3) Check Service Available Devices
This is the process of checking whether the device supports the Verify with Samsung Wallet function. RP Partners can implement this by referring to the provided sample code.

4) Show button with web link
RP Partners can implement this by referring to the provided sample code.
Refer to the Data Transmit Link

6) Tokenize card data as JWT
This step generates cdata, Card Data Token.
Refer to the Implementing VWW button

7) Verify with Samsung Wallet link
The link will invoke the WalletApp using the AppLink technology

10) Transfer DeviceEngagement
The WalletApp makes DeviceEngagementBytes according to the ISO-18013-5 and sends it to the PartnerServer through the Wallet Server

11~12) Request key API (Send Key)
The Wallet Backend Server converts the data received from the request and cardId information into JWT (JWS + JWE) and delivers it to the partner server.

The partner server must decrypt the JWT (JWS + JWE) data again.

The PartnerApp build sessionEstablishmentBytes (ISO-18013-5) and encrypt it with HKDF (ISO-18013-5, 9.1.1.5 Cryptographic operations)

The partner server must create and transmit the data fields required for authentication as JWT (JWS + JWE) in response to the Wallet Backed Server.

Partners should refer to the code links below for encryption, decryption, requireData.

14) Send Mdoc response
The WalletApp sends an encrypted ISO-18013-5 response payload to the PartnerServer through the Wallet Server

15) Request auth API (Send authentication data)
The authentication data card information received in step 14 is converted into JWT (JWS+JWE) and transmitted to the partner server.
The partner server must decrypt the JWT (JWS + JWE) data again.

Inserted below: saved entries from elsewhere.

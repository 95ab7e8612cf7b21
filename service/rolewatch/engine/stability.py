"""How reproducible a number of roles is: role profiles and dominant roles across resamples.

A number of roles k is only useful to an analyst if the roles come out the same when the
training data changes a little.  Following the resampling view of choosing the number of
clusters (Ben-Hur, Elisseeff & Guyon, "A stability based method for discovering structure
in clustered data", Pacific Symposium on Biocomputing 2002; Lange, Roth, Braun & Buhmann,
"Stability-based validation of clustering solutions", Neural Computation 16(6), 2004), the
role basis is fitted on several random 90 % subsets of the accounts and the fits are
compared two ways:

* **profiles**: the roles of two fits are matched one to one (Hungarian assignment,
  :func:`scipy.optimize.linear_sum_assignment`) on the Hellinger distance between role
  profiles; the agreement is 1 minus the median distance of the matched roles.  The
  median rather than the worst role: early-stopped fits of one k often agree on all roles
  but one, and whether that one matches jumps from k to k, so the worst role made the
  chosen k move with a 90 % resample (docs/roles.md; the median as a robust summary is
  common practice, no source);
* **dominant roles**: every account gets its dominant role under each fit and the
  labelings are compared by the adjusted Rand index (Hubert & Arabie, Journal of
  Classification 2(1), 1985; scikit-learn's ``adjusted_rand_score``).

Profiles decide (accounts that mix roles evenly make dominant roles flip between fits even
when the roles themselves are the same); the dominant-role agreement is reported beside.
"""

from __future__ import annotations

from collections.abc import Callable
from concurrent.futures import Executor, ThreadPoolExecutor
from dataclasses import dataclass

import numpy as np
from scipy.optimize import linear_sum_assignment
from sklearn.metrics import adjusted_rand_score

from .nnls import nnls_rows
from .rowkeys import mixed

__all__ = ["RESAMPLE_FRACTION", "Stability", "resampled_stability", "role_profile_distances"]

RESAMPLE_FRACTION = 0.9
FIT_THREADS = 2  # two threads share the fits: about 1.5x on two cores (measured)
FitBasis = Callable[[np.ndarray, int], np.ndarray]


@dataclass(frozen=True)
class Stability:
    """Agreement across resampled fits, averaged over pairs of fits.

    Attributes
    ----------
    profiles : float
        Mean over pairs of fits of 1 - (median Hellinger distance of the matched roles).
    dominant_ari : float
        Mean adjusted Rand index of the accounts' dominant roles.
    """

    profiles: float
    dominant_ari: float


def resampled_stability(
    V: np.ndarray,
    k: int,
    fit_basis: FitBasis,
    *,
    keys: np.ndarray,
    seed: int,
    resamples: int = 5,
    fraction: float = RESAMPLE_FRACTION,
    pool: Executor | None = None,
) -> Stability:
    """Agreement of role profiles and of dominant roles over fits on resampled rows.

    Parameters
    ----------
    V : ndarray, shape (n, f)
        The reference rows (non-negative).
    k : int
        Number of roles.
    fit_basis : callable
        ``fit_basis(rows, k) -> F`` (k x f), the factorisation to test.
    keys : ndarray of uint64, shape (n,)
        Row keys (:func:`rolewatch.engine.rowkeys.row_keys`); resample r keeps the rows
        whose key, salted by (seed, r), falls in the lowest ``fraction`` of the uint64
        range, so an account is in or out of a resample whatever else changes.
    seed : int
        Salt of the resamples.
    resamples : int
        Number of fits (at least 2).
    fraction : float
        Share of rows in each resample (0.9 by default).
    pool : Executor, optional
        Runs the fits (they are independent and release the GIL in their
        coordinate-descent loops and products; each fit is the same whichever thread runs
        it).  Default: a pool of ``FIT_THREADS`` threads for this call.

    Returns
    -------
    Stability
        With k = 1 both figures are 1.

    Notes
    -----
    Resampling stability after Ben-Hur et al. (2002) and Lange et al. (2004); roles are
    matched as :meth:`rolewatch.engine.basis.RoleBasis.aligned_to` matches them across
    refits; dominant roles are the largest NNLS loading on each fit's F (Kim & Park block
    principal pivoting, :func:`rolewatch.engine.nnls.nnls_rows`) of every account with
    activity, so the labelings cover the same accounts.
    """
    if k <= 1:
        return Stability(1.0, 1.0)
    active = V[np.asarray(V.sum(axis=1) > 0)]
    cut = np.uint64(min(fraction, 1.0) * float(np.iinfo(np.uint64).max))

    def fit_and_label(r: int) -> tuple[np.ndarray, np.ndarray]:
        F = fit_basis(V[mixed(keys, seed * 1_000 + r + 1) <= cut], k)
        return F, np.argmax(nnls_rows(F, active), axis=1)

    runs = range(max(2, int(resamples)))
    if pool is None:
        with ThreadPoolExecutor(max_workers=FIT_THREADS) as own:
            fitted = list(own.map(fit_and_label, runs))
    else:
        fitted = list(pool.map(fit_and_label, runs))
    bases = [F for F, _ in fitted]
    labels = [dominant for _, dominant in fitted]
    profiles, aris = [], []
    for i in range(len(bases)):
        for j in range(i + 1, len(bases)):
            cost = role_profile_distances(bases[i], bases[j])
            rows, cols = linear_sum_assignment(cost)
            profiles.append(1.0 - float(np.median(cost[rows, cols])))
            aris.append(adjusted_rand_score(labels[i], labels[j]))
    return Stability(float(np.mean(profiles)), float(np.mean(aris)))


def role_profile_distances(A: np.ndarray, B: np.ndarray) -> np.ndarray:
    """Hellinger distances between every row of A and every row of B (each row L1-normalised).

    Used to match roles across bases (:meth:`RoleBasis.aligned_to`).  Hellinger
    distance H(p, q) = (1/sqrt 2) ||sqrt p - sqrt q||_2 (Hellinger 1909; standard
    statistics texts; recalled from memory).  All-zero rows count as uniform.

    Parameters
    ----------
    A : ndarray, shape (k_a, f)
    B : ndarray, shape (k_b, f)
        Non-negative role profiles.

    Returns
    -------
    ndarray, shape (k_a, k_b)
    """

    def norm(X: np.ndarray) -> np.ndarray:
        X = np.asarray(X, dtype=np.float64)
        s = X.sum(axis=1, keepdims=True)
        return np.divide(X, s, out=np.full_like(X, 1.0 / max(X.shape[1], 1)), where=s > 0)

    SA, SB = np.sqrt(norm(A)), np.sqrt(norm(B))
    sq = (SA**2).sum(1)[:, None] + (SB**2).sum(1)[None, :] - 2 * SA @ SB.T
    return np.sqrt(np.clip(sq, 0.0, None) / 2.0)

RP Partner can refer to the code links below for decryption, verify.

Cross-device (Not Supported)

Currently, Samsung Wallet does not support Cross-device functionality. This functionality will be added soon.

Pre-requisites – Technical and System Requirements

  • Samsung Wallet currently supports same-device RP functionality only. Device and Android OS version limitations are given below:
    • Driver's Licenses or State IDs can be added to the following Galaxy devices
      • Galaxy S Series - S20 or later
      • Galaxy Z Series - Z Flip 5G, Z Fold 5G, Z Flip 2, and Fold 2 or later
      • Galaxy A Series - A53, A54
    • Mobile Driver's License or State ID is only available on devices running Android 12(S) or later
  • App2App SDK (RpSdk) Requirements
    • Minimum Android SDK : RpSdk requires a minimum API level of 26
    • Kotlin : 1.7.10 is required

Integration Steps

The following steps describe the integration process

  • Step1. Samsung Wallet portal on-boarding. Please refer Wallet Portal On-boarding Information
    • Review the Samsung Wallet portal on-boarding guide
    • Register in the Samsung Wallet portal and proceed with on-boarding process
    • Create a wallet card as the 'Relying Party' type in Wallet portal.
  • Step2. Select App2App or Web2App
  • Step3. Test 'Verify with Samsung Wallet' function and release the function to user
    • Test overall 'Verify with Samsung Wallet' function.
    • Remove test mode in Wallet portal after test is done
    • Expose the 'Verify with Samsung Wallet' function to the user in Partner side.